ComplexBarcodeGenerator generator = new ComplexBarcodeGenerator(hibcCodetext);
generator.save(outputPath, BarCodeImageFormat.PNG);

BarCodeReader reader = new BarCodeReader(outputPath, DecodeType.HIBCQRLIC);
BarCodeResult[] results = reader.readBarCodes();
String recognizedText = results[0].getCodeText();

Assert.assertNull(ComplexCodetextReader.tryDecodeSwissQR(recognizedText));
Assert.assertNotNull(ComplexCodetextReader.tryDecodeHIBCLIC(recognizedText));

Use a null result from a tryDecode...() method as a signal that the selected decoder does not match the payload or that the payload is not a supported instance of that complex barcode type.

Validation occurs before barcode generation

Complex barcode objects are validated when codetext is constructed. This allows applications to detect invalid business data before rendering an image.

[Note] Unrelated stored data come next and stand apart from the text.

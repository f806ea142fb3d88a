//! An alarm and what is known of it.

use serde::{Deserialize, Serialize};

use crate::analysis::{Evidence, LimitKind};
use crate::base::{Instant, SourceId, TrainId};
use crate::plant::StepClass;

/// The kinds of alarm. An advisory limit raises none.
#[derive(Clone, Copy, Debug, PartialEq, Eq, PartialOrd, Ord, Serialize, Deserialize)]
#[serde(rename_all = "snake_case")]
pub enum AlarmKind {
    /// A limit that asks for a clean has held.
    CleanLimit,
    /// A source has delivered nothing for three times its usual spacing.
    DataStale,
    /// An instrument is not to be believed.
    Instrument,
    /// After a clean a train passes more water than a clean can explain.
    CleanDoubtful,
    /// An integrity test failed.
    Integrity,
    /// A recorded cleaning brought chemicals together that must not meet.
    ChemicalConflict,
}

impl AlarmKind {
    /// All kinds.
    pub const ALL: [Self; 6] = [
        Self::CleanLimit,
        Self::DataStale,
        Self::Instrument,
        Self::CleanDoubtful,
        Self::Integrity,
        Self::ChemicalConflict,
    ];

    /// The code used in the API.
    pub const fn code(self) -> &'static str {
        match self {
            Self::CleanLimit => "clean_limit",
            Self::DataStale => "data_stale",
            Self::Instrument => "instrument",
            Self::CleanDoubtful => "clean_doubtful",
            Self::Integrity => "integrity",
            Self::ChemicalConflict => "chemical_conflict",
        }
    }

    /// The kind of a code.
    pub fn from_code(code: &str) -> Option<Self> {
        Self::ALL.into_iter().find(|k| k.code() == code)
    }

    /// The response it asks for.
    pub const fn response(self) -> Response {
        match self {
            Self::CleanLimit => Response::PlanClean,
            Self::DataStale => Response::RestoreExports,
            Self::Instrument => Response::CheckInstrument,
            Self::CleanDoubtful => Response::TestAndCheck,
            Self::Integrity => Response::TakeOutUntilTested,
            Self::ChemicalConflict => Response::MakeSafe,
        }
    }

    /// Whether a person may silence it for a time. A breach may let pathogens through, so its
    /// alarm stays in sight.
    pub const fn can_be_shelved(self) -> bool {
        !matches!(self, Self::Integrity)
    }

    /// Whether it keeps quiet while its train is cleaned or out of service: only what a clean
    /// or a standstill explains does.
    pub const fn can_be_withheld(self) -> bool {
        matches!(self, Self::CleanLimit | Self::Instrument)
    }
}

/// States after ISA-18.2 (names from memory).
#[derive(Clone, Copy, Debug, PartialEq, Eq, PartialOrd, Ord, Serialize, Deserialize)]
#[serde(rename_all = "snake_case")]
pub enum AlarmState {
    /// Stands, and nobody has said that they know.
    Unacknowledged,
    /// Stands, and somebody knows.
    Acknowledged,
    /// No longer stands, and nobody has said that they knew.
    ReturnedUnacknowledged,
    /// Silent until a moment, by a person's act.
    Shelved,
    /// Silent because the train is being cleaned.
    SuppressedByDesign,
    /// Silent because the train is out of service.
    OutOfService,
    /// Over.
    Normal,
}

impl AlarmState {
    /// All states.
    pub const ALL: [Self; 7] = [
        Self::Unacknowledged,
        Self::Acknowledged,
        Self::ReturnedUnacknowledged,
        Self::Shelved,
        Self::SuppressedByDesign,
        Self::OutOfService,
        Self::Normal,
    ];

    /// The code used in the API.
    pub const fn code(self) -> &'static str {
        match self {
            Self::Unacknowledged => "unacknowledged",
            Self::Acknowledged => "acknowledged",
            Self::ReturnedUnacknowledged => "returned_unacknowledged",
            Self::Shelved => "shelved",
            Self::SuppressedByDesign => "suppressed_by_design",
            Self::OutOfService => "out_of_service",
            Self::Normal => "normal",
        }
    }

    /// The state of a code.
    pub fn from_code(code: &str) -> Option<Self> {
        Self::ALL.into_iter().find(|s| s.code() == code)
    }
}

/// What an alarm asks an operator to do. Worded for people in `answers`; each says here what
/// is meant.
#[derive(Clone, Copy, Debug, PartialEq, Eq, PartialOrd, Ord, Serialize, Deserialize)]
#[serde(rename_all = "snake_case")]
pub enum Response {
    /// Look at the train's recommendation and its work order; plan the clean, or lower the flux
    /// until there is a window.
    PlanClean,
    /// Check the historian's export and the connection, post what is missing; until then run by
    /// the plant's own displays: nothing is advised on old data.
    RestoreExports,
    /// Check the instrument against a second one or a hand reading; do not act on its numbers.
    CheckInstrument,
    /// Run an integrity test and check flow and pressure against a second instrument before
    /// relying on this train.
    TestAndCheck,
    /// Keep the train out of service, or its filtrate to waste, until a test has passed; follow
    /// the permit and tell who must be told.
    TakeOutUntilTested,
    /// Stop dosing, keep people away, ventilate, follow the site's emergency procedure; then
    /// prove by pH and free chlorine that the train, its tank and its sump are rinsed. If only
    /// the record is wrong, correct it.
    MakeSafe,
}

/// What the evidence does not say.
#[derive(Clone, Debug, PartialEq, Serialize, Deserialize)]
#[serde(rename_all = "snake_case")]
pub enum Detail {
    /// The limit that held first.
    Limit(LimitKind),
    /// The newest reading of a source.
    NewestReading(Instant),
    /// Classes of chemical that met, or may have.
    Met {
        /// What was there first.
        first: StepClass,
        /// What came to it.
        second: StepClass,
    },
    /// Nothing more.
    None,
}

/// What a person did to an alarm.
#[derive(Clone, Copy, Debug, PartialEq, Eq, Serialize, Deserialize)]
#[serde(rename_all = "snake_case")]
pub enum AlarmActKind {
    /// Said that they know.
    Acknowledge,
    /// Silenced it for a time.
    Shelve,
}

/// A person's act.
#[derive(Clone, Debug, PartialEq, Serialize, Deserialize)]
pub struct AlarmAct {
    /// What.
    pub what: AlarmActKind,
    /// Who.
    pub by: String,
    /// When, by the wall clock.
    pub at: Instant,
    /// Until when, for shelving.
    pub until: Option<Instant>,
    /// Why.
    pub reason: Option<String>,
}

/// An alarm. The store keeps it as it is here, whole, at every change.
#[derive(Clone, Debug, PartialEq, Serialize, Deserialize)]
pub struct Alarm {
    /// Its id.
    pub id: String,
    /// What it is about.
    pub kind: AlarmKind,
    /// Whose.
    pub train: Option<TrainId>,
    /// Which source's, for data that are stale.
    pub source: Option<SourceId>,
    /// What tells two of one kind and train apart, for example a cleaning's id; else empty.
    pub subject: String,
    /// Where it stands.
    pub state: AlarmState,
    /// Data time at which it was raised.
    pub raised: Instant,
    /// Data time of the last look that changed it.
    pub as_of: Instant,
    /// Data time at which its condition no longer stood; `None` while it stands.
    pub returned: Option<Instant>,
    /// On what evidence.
    pub evidence: Vec<Evidence>,
    /// What the evidence does not say.
    pub detail: Detail,
    /// The response it asks for.
    pub response: Response,
    /// What people did to it, in order.
    pub acts: Vec<AlarmAct>,
    /// Until when it is silent, by the wall clock; only while shelved.
    pub shelved_until: Option<Instant>,
}

impl Alarm {
    /// Whether it is over.
    pub fn is_normal(&self) -> bool {
        self.state == AlarmState::Normal
    }
}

SwissQRCodetext incompleteCodetext = new SwissQRCodetext();

try {
    incompleteCodetext.getConstructedCodetext();
    Assert.fail("Expected BarCodeException for missing required Swiss QR fields.");
} catch (BarCodeException exception) {
    Assert.assertTrue(exception.getMessage().contains("IBAN"));
}

For Swiss QR, a missing or invalid IBAN is one possible validation error.

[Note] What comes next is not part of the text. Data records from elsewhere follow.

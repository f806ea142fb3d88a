//! Floor 6: who must know. An alarm needs an operator's response; what needs none is no alarm.
//! States after ISA-18.2. [`conditions`] says what stands, [`step`] holds that against the
//! alarms there are, [`acknowledge`] and [`shelve`] are people's acts. Knows nothing of work
//! orders.

mod act;
mod alarm;
mod condition;
mod step;
#[cfg(test)]
mod tests;

pub use act::{AlarmRefused, MAX_SHELF_US, acknowledge, acts_allowed, shelve};
pub use alarm::{Alarm, AlarmAct, AlarmActKind, AlarmKind, AlarmState, Detail, Response};
pub use condition::{Condition, Withheld, conditions};
pub use step::{AlarmChange, Look, Scope, Turn, step};
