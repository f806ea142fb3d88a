//! What a plant file means, as one text that neither comments nor layout, units or defaults
//! spelt out can change, and its digest.

use std::fmt::{Display, Write};
use std::path::Path;

use sha2::{Digest, Sha256};

use super::model::{
    Dated, HoldLimit, Limits, Plant, Procedure, Signal, Step, Train, VerifiedRinse,
};
use super::source::{Layout, Source, TimeFormat, Values};

/// Digest of all that the plant file says. The folder it lies in does not count.
pub(super) fn revision(plant: &Plant, file_dir: &Path) -> String {
    let mut text = Canonical::default();
    text.line("id", &plant.id);
    text.line("name", &plant.name);
    text.line("zone", plant.zone.name());
    text.number("reference_temperature_degc", plant.reference_temperature_degc);
    text.line("temperature_law", plant.temperature_law.name());
    for (hour, minute) in &plant.shifts {
        text.line("shift", format!("{hour}:{minute}"));
    }
    text.line("listen", &plant.service.listen);
    let database = &plant.service.database;
    text.line("database", database.strip_prefix(file_dir).unwrap_or(database).display());
    text.line("retention_us", format!("{:?}", plant.retention_us));
    for month in &plant.outlook_temperature {
        text.number(&format!("outlook {}", month.month), month.temperature_degc);
    }
    for source in &plant.sources {
        text.source(source);
        text.line("expected_every_us", source.expected_every_us);
    }
    for train in &plant.trains {
        text.train(train);
    }
    text.digest()
}

/// Digest of what decides how an export is read and what its values mean: sources and tags.
pub(super) fn mapping(plant: &Plant) -> String {
    let mut text = Canonical::default();
    for source in &plant.sources {
        text.source(source);
    }
    for train in &plant.trains {
        text.line("train", &train.id);
        train.signals.iter().for_each(|s| text.signal(s));
    }
    text.digest()
}

/// Lines of key and value. Texts are escaped, so that no value can look like another line.
#[derive(Default)]
struct Canonical(String);

impl Canonical {
    fn line(&mut self, key: &str, value: impl Display) {
        // Writing to a String cannot fail.
        let _ = writeln!(self.0, "{key} = {:?}", value.to_string());
    }

    /// Twelve digits: `0.3 bar` and `30 kPa` differ in the last bit and mean the same.
    fn number(&mut self, key: &str, value: f64) {
        let _ = writeln!(self.0, "{key} = {:.11e}", if value == 0.0 { 0.0 } else { value });
    }

    fn optional(&mut self, key: &str, value: Option<f64>) {
        if let Some(value) = value {
            self.number(key, value);
        }
    }

    fn dated(&mut self, key: &str, value: &Dated<f64>) {
        self.number(&format!("{key} from {}", value.from.micros()), value.value);
    }

    fn digest(self) -> String {
        let mut hex = String::with_capacity(64);
        for byte in Sha256::digest(self.0.as_bytes()) {
            let _ = write!(hex, "{byte:02x}");
        }
        hex
    }

    fn source(&mut self, source: &Source) {
        self.line("source", &source.id);
        match &source.layout {
            Layout::Wide => self.line("layout", "wide"),
            Layout::Long { tag_column, value_column, unit_column, quality_column, good } => {
                self.line("tag_column", tag_column);
                self.line("value_column", value_column);
                self.line("unit_column", format!("{unit_column:?}"));
                self.line("quality_column", format!("{quality_column:?}"));
                good.iter().for_each(|g| self.line("good", g));
            }
        }
        self.line("time", &source.time.column);
        match &source.time.format {
            TimeFormat::Strptime(format) => self.line("strptime", format),
            other => self.line("format", format!("{other:?}")),
        }
        self.line("zone", source.time.zone.name());
        self.line("repeated_hour", format!("{:?}", source.time.repeated_hour));
        match source.values {
            Values::Instant => self.line("values", "instant"),
            Values::Mean { interval_us, stamp } => {
                self.line("mean", format!("{interval_us} {stamp:?}"));
            }
        }
        self.line("hold_us", format!("{:?}", source.hold_us));
        self.line("every_us", source.every_us);
        self.line("separators", format!("{} {}", source.delimiter, source.decimal));
        source.bad_values.iter().for_each(|b| self.line("bad", b));
    }

    fn signal(&mut self, signal: &Signal) {
        self.line("signal", signal.role.word());
        self.line("source", &signal.source);
        self.line("tag", &signal.tag);
        self.line("from", signal.from.micros());
        self.line("unit", signal.unit.map_or("", |u| u.ucum));
        self.line("pressure", signal.pressure.word());
        self.number("elevation_m", signal.elevation_m);
        signal.serves.iter().for_each(|id| self.line("serves", id));
        self.line("max_hold_us", format!("{:?}", signal.max_hold_us));
        signal.states.iter().for_each(|(code, phase)| self.line(phase.word(), code));
    }

    fn train(&mut self, train: &Train) {
        self.line("train", &train.id);
        self.line("name", &train.name);
        self.line("asset", train.asset.as_deref().unwrap_or_default());
        train.area_m2.iter().for_each(|a| self.dated("area_m2", a));
        self.line("filtration", format!("{:?}", train.filtration));
        self.line("drive", format!("{:?}", train.drive));
        self.optional("as_new", train.as_new_permeability);
        train.after_clean_permeability.iter().for_each(|a| self.dated("after_clean", a));
        self.line("drinking_water", train.drinking_water);
        self.line("clean_duration_us", train.clean_duration_us);
        self.line("clean_notice_us", train.clean_notice_us);
        self.number("tmp_floor_pa", train.tmp_floor_pa);
        self.number("tmp_accuracy_pa", train.tmp_accuracy_pa);
        train.signals.iter().for_each(|s| self.signal(s));
        self.limits(&train.limits);
        if let Some(limits) = &train.membrane_limits {
            self.range("membrane ph", limits.ph);
            self.optional("membrane temperature_degc", limits.temperature_degc);
            self.optional("membrane free_chlorine_mg_l", limits.free_chlorine_mg_l);
        }
        train.procedures.iter().for_each(|p| self.procedure(p));
        if let Some(integrity) = &train.integrity {
            self.number("alcr", integrity.alcr);
            self.number("vcf", integrity.vcf);
            self.number("hold_up_volume_m3", integrity.hold_up_volume_m3);
            self.number("design_flow_m3_s", integrity.design_flow_m3_s);
        }
    }

    fn limits(&mut self, limits: &Limits) {
        self.limit("permeability_loss", limits.permeability_loss);
        self.limit("tmp_pa", limits.tmp_pa);
        self.line("on_delay_us", limits.on_delay_us);
        self.number("deadband", limits.deadband);
        self.line("planning_horizon_us", limits.planning_horizon_us);
    }

    fn limit(&mut self, key: &str, limit: HoldLimit) {
        self.number(&format!("{key} advisory"), limit.advisory);
        self.number(&format!("{key} clean"), limit.clean);
    }

    fn range(&mut self, key: &str, range: Option<(f64, f64)>) {
        if let Some((low, high)) = range {
            self.number(&format!("{key} low"), low);
            self.number(&format!("{key} high"), high);
        }
    }

    fn procedure(&mut self, procedure: &Procedure) {
        self.line("procedure", procedure.kind.word());
        self.line("revision", procedure.revision.as_deref().unwrap_or_default());
        procedure.steps.iter().for_each(|s| self.step(s));
    }

    fn step(&mut self, step: &Step) {
        self.line("step", step.class.word());
        self.line("chemical", step.chemical.as_deref().unwrap_or_default());
        self.line("concentration", step.concentration.as_deref().unwrap_or_default());
        self.optional("ph", step.ph);
        self.optional("temperature_degc", step.temperature_degc);
        self.line("duration_us", format!("{:?}", step.duration_us));
        self.optional("volume_m3", step.volume_m3);
        if let Some(VerifiedRinse { ph_range, free_chlorine_max_mg_l, .. }) = &step.verified {
            self.line("verified", "");
            self.range("verified ph", *ph_range);
            self.optional("verified free_chlorine_max_mg_l", *free_chlorine_max_mg_l);
        }
    }
}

Standard-specific limits are enforced

Aspose.BarCode validates limits defined by a complex barcode specification instead of silently generating a non-compliant payload.

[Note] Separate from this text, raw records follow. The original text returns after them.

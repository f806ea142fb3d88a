//! Which chemicals may follow each other in a membrane train.
//!
//! Hypochlorite and acid make chlorine gas (CDC, MMWR 61(48):981-985, 2012); sulphite in acid
//! releases sulphur dioxide; hypochlorite with organic matter or ammonia, and oxidants with
//! reductants, react violently. Heels, dead legs, shared tanks and waste sumps count too. A
//! check here replaces no safety data sheet: local codes and the site's procedure decide.

use super::model::{Step, StepClass, VerifiedRinse};

/// A rinse passes only within this pH: what drinking water may have (common practice, no
/// source).
const RINSED_PH: (f64, f64) = (5.0, 10.0);
/// And at no more free chlorine than drinking water may hold in the United States, 4 mg/L as
/// chlorine (40 CFR 141.65, from memory).
const RINSED_FREE_CHLORINE_MG_L: f64 = 4.0;

impl StepClass {
    /// Whether the two must never meet. An unknown chemical conflicts with every other.
    pub fn conflicts_with(self, other: Self) -> bool {
        use StepClass::*;
        if self == Rinse || other == Rinse {
            return false;
        }
        matches!(
            (self.min(other), self.max(other)),
            (_, Other)
                | (Hypochlorite, Acid | Peroxide | Reductant | Detergent)
                | (Alkali, Acid)
                | (Acid | Peroxide, Reductant)
        )
    }
}

/// Whether a planned rinse, if it passes its own check, keeps two classes apart: it names a pH
/// near that of water, and with hypochlorite or an unknown chemical on either side a residual
/// of free chlorine too.
pub fn rinse_separates(rinse: &Step, before: StepClass, after: StepClass) -> bool {
    let Some(check) = rinse.verified.as_ref().filter(|_| rinse.class == StepClass::Rinse) else {
        return false;
    };
    // Nothing that a rinse reads here shows that these are gone.
    if matches!(before, StepClass::Reductant | StepClass::Other) && before != after {
        return false;
    }
    // A rinse with a chemical in it is none.
    let named = rinse.chemical.as_deref().map(classes_by_name).unwrap_or_default();
    if !named.is_empty() {
        return false;
    }
    let chlorine_counts =
        [before, after].iter().any(|c| matches!(c, StepClass::Hypochlorite | StepClass::Other));
    ph_passes(check) && (!chlorine_counts || chlorine_passes(check))
}

fn ph_passes(check: &VerifiedRinse) -> bool {
    check.ph_range.is_some_and(|(low, high)| low >= RINSED_PH.0 && high <= RINSED_PH.1)
}

fn chlorine_passes(check: &VerifiedRinse) -> bool {
    check.free_chlorine_max_mg_l.is_some_and(|max| max <= RINSED_FREE_CHLORINE_MG_L)
}

/// Pairs of steps of a plan that conflict with no rinse between them that keeps them apart.
/// Steps in between do not help: what they leave of the first still meets the second.
pub fn conflicts(steps: &[Step]) -> Vec<(usize, usize)> {
    let mut found = Vec::new();
    for (j, later) in steps.iter().enumerate() {
        for (i, earlier) in steps.iter().enumerate().take(j) {
            let apart = steps
                .iter()
                .take(j)
                .skip(i + 1)
                .any(|between| rinse_separates(between, earlier.class, later.class));
            if earlier.class.conflicts_with(later.class) && !apart {
                found.push((i, j));
            }
        }
    }
    found
}

/// The classes that a chemical's name gives away; none where it gives none.
pub fn classes_by_name(chemical: &str) -> Vec<StepClass> {
    let mut name = format!(" {}", chemical.to_lowercase());
    // Called acids, and something else first.
    for (called, meant) in [
        ("hypochlorous acid", "hypochlor"),
        ("peracetic acid", "peroxide"),
        ("peroxyacetic acid", "peroxide"),
        ("ascorbic acid", "ascorb"),
    ] {
        name = name.replace(called, meant);
    }
    const TELLING: [(StepClass, &[&str]); 5] = [
        (StepClass::Hypochlorite, &["hypochlor", "bleach", "naocl", "naclo"]),
        (StepClass::Alkali, &["caustic", "sodium hydroxide", "naoh"]),
        (StepClass::Acid, &[" acid", "citric", "oxalic", "hcl", "h2so4"]),
        (StepClass::Peroxide, &["peroxide", "peracetic", "h2o2"]),
        (StepClass::Reductant, &["sulphite", "sulfite", "thiosul", "ascorb"]),
    ];
    TELLING
        .iter()
        .filter(|(_, words)| words.iter().any(|w| name.contains(w)))
        .map(|(class, _)| *class)
        .collect()
}

#[cfg(test)]
mod tests {
    use StepClass::*;

    use super::*;

    fn step(class: StepClass) -> Step {
        Step {
            class,
            chemical: None,
            concentration: None,
            ph: None,
            temperature_degc: None,
            duration_us: None,
            volume_m3: None,
            verified: None,
        }
    }

    fn rinse(low: f64, high: f64, chlorine: Option<f64>) -> Step {
        let verified = VerifiedRinse {
            ph_range: Some((low, high)),
            free_chlorine_max_mg_l: chlorine,
            ph: None,
            free_chlorine_mg_l: None,
            by: None,
        };
        Step { verified: Some(verified), ..step(Rinse) }
    }

    #[test]
    fn conflicts_are_symmetric_and_rinses_meet_everything() {
        let all = [Hypochlorite, Alkali, Acid, Peroxide, Reductant, Detergent, Rinse, Other];
        for a in all {
            assert!(!a.conflicts_with(Rinse) && !Rinse.conflicts_with(a));
            for b in all {
                assert_eq!(a.conflicts_with(b), b.conflicts_with(a), "{a:?} {b:?}");
            }
            assert_eq!(a.conflicts_with(Other), a != Rinse);
        }
        assert!(Hypochlorite.conflicts_with(Acid));
        assert!(Acid.conflicts_with(Reductant));
        assert!(!Hypochlorite.conflicts_with(Alkali));
        assert!(!Acid.conflicts_with(Acid));
    }

    #[test]
    fn only_a_rinse_verified_by_ph_and_residual_keeps_hypochlorite_from_acid() {
        let plan = |between: Step| conflicts(&[step(Hypochlorite), between, step(Acid)]);
        assert_eq!(plan(step(Rinse)), [(0, 2)]);
        assert_eq!(plan(rinse(6.0, 9.0, None)), [(0, 2)]);
        assert_eq!(plan(rinse(2.0, 12.0, Some(0.5))), [(0, 2)]);
        assert_eq!(plan(rinse(6.0, 9.0, Some(500.0))), [(0, 2)]);
        assert_eq!(plan(rinse(6.0, 9.0, Some(0.5))), []);
        // Caustic in between conflicts with the acid and does not take the chlorine away.
        assert_eq!(plan(step(Alkali)), [(0, 2), (1, 2)]);
        assert_eq!(conflicts(&[step(Acid), rinse(6.0, 9.0, None), step(Reductant)]), []);
    }

    #[test]
    fn names_give_their_class_away() {
        for (name, classes) in [
            ("Sodium hypochlorite 12 %", vec![Hypochlorite]),
            ("citric acid", vec![Acid]),
            ("ascorbic acid", vec![Reductant]),
            ("peracetic acid", vec![Peroxide]),
            ("sodium hydroxide with NaOCl", vec![Hypochlorite, Alkali]),
            ("potable water", vec![]),
        ] {
            assert_eq!(classes_by_name(name), classes, "{name}");
        }
    }
}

The following example uses a Mailmark item identifier that exceeds the allowed maximum value:

MailmarkCodetext invalidCodetext = new MailmarkCodetext();
invalidCodetext.setFormat(1);
invalidCodetext.setVersionID(1);
invalidCodetext.setClass("1");
invalidCodetext.setSupplychainID(99);
invalidCodetext.setItemID(100_000_000);
invalidCodetext.setDestinationPostCodePlusDPS("XY11     ");

try {
    invalidCodetext.getConstructedCodetext();
    Assert.fail("Expected BarCodeException for an out-of-range Mailmark item ID.");
} catch (BarCodeException exception) {
    Assert.assertTrue(exception.getMessage().contains("99999999"));
}

Recommendations

  • Verify the recognized DecodeType before selecting a complex decoder.
  • Use the tryDecode...() method that matches the expected complex barcode format.
  • Treat null from tryDecode...() as a complex decoding failure, not as a barcode recognition failure.
  • Validate structured payloads before barcode generation.
  • Catch BarCodeException when constructing complex codetext objects.
  • Add automated tests for required fields and standard-specific limits.